Triple crossing positivity bounds for multi-field theories

TL;DR

This work extends positivity- bounds for EFTs from the forward limit to multi-field theories by developing triple-crossing, su-symmetric dispersion relations and incorporating $st$ null constraints via a convex-cone/spectrahedron framework. By formulating the bound extraction as a semidefinite program with a continuous UV scale $\ olinebreak[0]\mu$ and implementing it with SDPB, the authors obtain fully crossing, finite bounds on higher-order Wilson coefficients, including odd powers of $s$, in multi-field examples. They demonstrate the method concretely on bi-scalar theories with different discrete symmetries, showing that the allowed Wilson-coefficient space forms finite regions near the origin, thus constraining UV completions and SMEFT-like parameter spaces in a robust, model-independent way. The approach combines dispersive sum rules, null constraints, and partial-wave unitarity into a computationally tractable framework with clear geometric interpretations (cones and spectrahedra), offering a practical toolkit for exploring the parameter space of multi-field EFTs.

Abstract

We develop a formalism to extract triple crossing symmetric positivity bounds for effective field theories with multiple degrees of freedom, by making use of $su$ symmetric dispersion relations supplemented with positivity of the partial waves, $st$ null constraints and the generalized optical theorem. This generalizes the convex cone approach to constrain the $s^2$ coefficient space to higher orders.
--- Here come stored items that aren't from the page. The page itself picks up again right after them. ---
import { ApiProperty, ApiPropertyOptional } from '@nestjs/swagger';
import { Type } from 'class-transformer';
import {
  ArrayMaxSize,
  ArrayMinSize,
  IsArray,
  IsBoolean,
  IsIn,
  IsOptional,
  IsString,
  IsUUID,
  Matches,
  MaxLength,
  MinLength,
  ValidateNested,
} from 'class-validator';
import {
  CHECKLIST_ITEM_KINDS,
  CHECKLIST_PURPOSES,
  CHECKLIST_REQUIRED_WHEN,
  DUTIES,
  HAZARDS,
  type ChecklistItemDef,
  type ChecklistItemKind,
  type ChecklistPurpose,
  type ChecklistRequiredWhen,
  type ChecklistSectionDef,
  type ChecklistTemplateContent,
  type CreateChecklistTemplateRequest,
  type Duty,
  type Hazard,
  type ItemCaution,
  type IssueChecklistTemplateRequest,
} from '@crankjournal/shared-types';
import { IsFiniteNumberIn } from '../../../common/dto/validators.js';
import { KEY_PATTERN } from '../checklist-rules.js';

const oneOf = (list: readonly string[]) => ({
  message: ({ property }: { property: string }) => `${property} must be one of: ${list.join(', ')}`,
});
const keyRule = { message: ({ property }: { property: string }) => `${property} must be 1–64 letters, digits, - or _` };

export class ItemCautionDto implements ItemCaution {
  @ApiProperty({ enum: HAZARDS }) @IsIn(HAZARDS, oneOf(HAZARDS)) hazard: Hazard;
  @ApiProperty() @IsString() @MinLength(3, { message: 'caution.text must say what to beware of' }) @MaxLength(600) text: string;
}

export class ChecklistItemDefDto implements ChecklistItemDef {
  @ApiProperty() @IsString() @Matches(KEY_PATTERN, keyRule) key: string;
  @ApiProperty({ enum: CHECKLIST_ITEM_KINDS }) @IsIn(CHECKLIST_ITEM_KINDS, oneOf(CHECKLIST_ITEM_KINDS)) kind: ChecklistItemKind;
  @ApiProperty() @IsString() @MinLength(1, { message: 'label must not be empty' }) @MaxLength(200) label: string;
  @ApiPropertyOptional() @IsOptional() @IsString() @MaxLength(600) help?: string;
  @ApiProperty() @IsBoolean({ message: 'required must be true or false' }) required: boolean;
  @ApiPropertyOptional() @IsOptional() @IsString() @MaxLength(16) unit?: string;
  @ApiPropertyOptional() @IsOptional() @IsFiniteNumberIn(-1e6, 1e6) min?: number | null;
  @ApiPropertyOptional() @IsOptional() @IsFiniteNumberIn(-1e6, 1e6) max?: number | null;
  @ApiPropertyOptional()
  @IsOptional()
  @IsArray()
  @ArrayMaxSize(12)
  @IsString({ each: true })
  @MinLength(1, { each: true })
  @MaxLength(200, { each: true })
  choices?: string[];
  @ApiPropertyOptional() @IsOptional() @IsArray() @ArrayMaxSize(12) @IsString({ each: true }) acceptable?: string[];
  @ApiPropertyOptional({ type: ItemCautionDto })
  @IsOptional()
  @ValidateNested()
  @Type(() => ItemCautionDto)
  caution?: ItemCautionDto | null;
}

export class ChecklistSectionDefDto implements ChecklistSectionDef {
  @ApiProperty() @IsString() @Matches(KEY_PATTERN, keyRule) key: string;
  @ApiProperty() @IsString() @MinLength(1, { message: 'title must not be empty' }) @MaxLength(120) title: string;
  @ApiProperty({ type: [ChecklistItemDefDto] })
  @IsArray()
  @ArrayMinSize(1, { message: 'a section needs at least one item' })
  @ArrayMaxSize(80)
  @ValidateNested({ each: true })
  @Type(() => ChecklistItemDefDto)
  items: ChecklistItemDefDto[];
}

export class ChecklistTemplateContentDto implements ChecklistTemplateContent {
  @ApiProperty() @IsString() @MinLength(1, { message: 'name must not be empty' }) @MaxLength(120) name: string;
  @ApiProperty({ enum: CHECKLIST_PURPOSES }) @IsIn(CHECKLIST_PURPOSES, oneOf(CHECKLIST_PURPOSES)) purpose: ChecklistPurpose;
  @ApiProperty({ enum: CHECKLIST_REQUIRED_WHEN })
  @IsIn(CHECKLIST_REQUIRED_WHEN, oneOf(CHECKLIST_REQUIRED_WHEN))
  requiredWhen: ChecklistRequiredWhen;
  @ApiProperty({ enum: DUTIES }) @IsIn(DUTIES, oneOf(DUTIES)) requiredDuty: Duty;
  @ApiProperty() @IsString() @MaxLength(4000) description: string;
  @ApiProperty({ type: [ChecklistSectionDefDto] })
  @IsArray()
  @ArrayMinSize(1, { message: 'a checklist needs at least one section' })
  @ArrayMaxSize(30)
  @ValidateNested({ each: true })
  @Type(() => ChecklistSectionDefDto)
  sections: ChecklistSectionDefDto[];
}

export class CreateChecklistTemplateDto extends ChecklistTemplateContentDto implements CreateChecklistTemplateRequest {
  @ApiProperty() @IsUUID('all', { message: 'engineId must be a UUID' }) engineId: string;
  @ApiPropertyOptional() @IsOptional() @IsBoolean({ message: 'issue must be true or false' }) issue?: boolean;
}

export class IssueChecklistTemplateDto implements IssueChecklistTemplateRequest {
  @ApiPropertyOptional() @IsOptional() @IsString() @MaxLength(1000) changeNote?: string;
}

export class TemplateQueryDto {
  @ApiPropertyOptional({ format: 'uuid', description: 'Only the templates of this engine' })
  @IsOptional()
  @IsUUID('all', { message: 'engineId must be a UUID' })
  engineId?: string;
}

export class TemplateVersionParamDto {
  @IsUUID('all', { message: 'id must be a UUID' }) id: string;
  @Type(() => Number)
  @IsFiniteNumberIn(1, 100000)
  version: number;
}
Optimal positive bounds can be extracted by semi-definite programs with a continuous decision variable, compared with linear programs for the case of a single field. As an example, we explicitly compute the positivity constraints on bi-scalar theories, and find all the Wilson coefficients can be constrained in a finite region, including the coefficients with odd powers of $s$, which are absent in the single scalar case.

Figures (2)

• Figure 1: Positivity bounds on $(\tilde{c}_{(2)}^{2,0}=4\tilde{c}^{2,0}_{1122},\tilde{c}_{(1)}^{2,1}=2\tilde{c}_{1111}^{2,1},\tilde{c}_{(2)}^{2,1}=4\tilde{c}^{2,1}_{1122})$ for bi-scalar theory with double $\mathbb{Z}_2$ symmetry in the $\tilde{c}^{m,n}_{(3)}=2\tilde{c}^{m,n}_{1221}=0$ subspace, agnostic about all higher order coefficients. $c_{ijkl}^{m,n}$ is the Wilson coefficient in front of the $(s+\frac{t}{2})^m t^n$ term in the $ij\to kl$ amplitude, and the tilded coefficients are defined as $\tilde{c}_{(a)}^{m,n}\equiv c_{(a)}^{m,n}/c_{(1)}^{2,0}$. We choose units such that the cutoff $\Lambda=1$. We see that the triple crossing positivity bounds form a closed, finite region in the parameter space, numerically of order $\mathcal{O}(1)$.
• Figure 2: Positivity bounds on $(\tilde{c}_{(3)}^{2,0}=2\tilde{c}_{1212}^{2,0},\tilde{c}_{(2)}^{2,1}=4\tilde{c}^{2,1}_{1122})$ and $(\tilde{c}_{(3)}^{2,0}=2\tilde{c}_{1212}^{2,0},\tilde{c}_{(3)}^{2,1}=2\tilde{c}^{2,1}_{1212})$ for double $\mathbb{Z}_2$ symmetric bi-scalar theory. The SDP includes 3 parameters, $c_{(1)}^{2,0}$, $c_{(3)}^{2,0}$ and $c_{(2)}^{2h,n}$, and is agnostic about all other coefficients. In both the left and right plot, the right hand side of the bound extends to infinity.